- Data items -
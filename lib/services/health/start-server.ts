import { checkpointDb } from "@/db/client";
import { checkEnv } from "@/lib/env";
import { log } from "@/lib/log";
import { closeWorkers } from "@/lib/workers/run-in-worker";
import { startPost } from "../post/start-post";
import { checkReadiness } from "./check-readiness";

const store = globalThis as typeof globalThis & { leesteadIsStarted?: boolean };

/** Once per process, before the first request. Next.js itself finishes the requests in flight when told to stop. */
export async function startServer(): Promise<void> {
  if (store.leesteadIsStarted) return;
  store.leesteadIsStarted = true;
  try {
    checkEnv();
  } catch (error) {
    console.error(error instanceof Error ? error.message : error);
    process.exit(1);
  }
  const { checks } = await checkReadiness();
  if (checks.database !== "ok" || checks.migrations !== "ok") {
    console.error("The database is not of this version: run npm run db:migrate.");
  }
  const post = await startPost();
  let isStopping = false;
  const stop = () => {
    if (isStopping) return;
    isStopping = true;
    Promise.all([keepCheckpointing(), post.stop(), closeWorkers()]).catch((error: unknown) => log.error("stop", error));
  };
  process.once("SIGTERM", stop);
  process.once("SIGINT", stop);
}

/** At once, since the process may end in the next moment, and again while requests in flight still write. */
async function keepCheckpointing(): Promise<void> {
  await checkpointDb();
  setTimeout(() => void keepCheckpointing().catch(() => undefined), 50).unref();
}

- Exercise brief -
Give again, exactly, every line from the one holding "to stop. */" to the last line of the data.

- Response area -
/** Once per process, before the first request. Next.js itself finishes the requests in flight when told to stop. */
export async function startServer(): Promise<void> {
  if (store.leesteadIsStarted) return;
  store.leesteadIsStarted = true;
  try {
    checkEnv();
  } catch (error) {
    console.error(error instanceof Error ? error.message : error);
    process.exit(1);
  }
  const { checks } = await checkReadiness();
  if (checks.database !== "ok" || checks.migrations !== "ok") {
    console.error("The database is not of this version: run npm run db:migrate.");
  }
  const post = await startPost();
  let isStopping = false;
  const stop = () => {
    if (isStopping) return;
    isStopping = true;
    Promise.all([keepCheckpointing(), post.stop(), closeWorkers()]).catch((error: unknown) => log.error("stop", error));
  };
  process.once("SIGTERM", stop);
  process.once("SIGINT", stop);
}

/** At once, since the process may end in the next moment, and again while requests in flight still write. */
async function keepCheckpointing(): Promise<void> {
  await checkpointDb();
  setTimeout(() => void keepCheckpointing().catch(() => undefined), 50).unref();
}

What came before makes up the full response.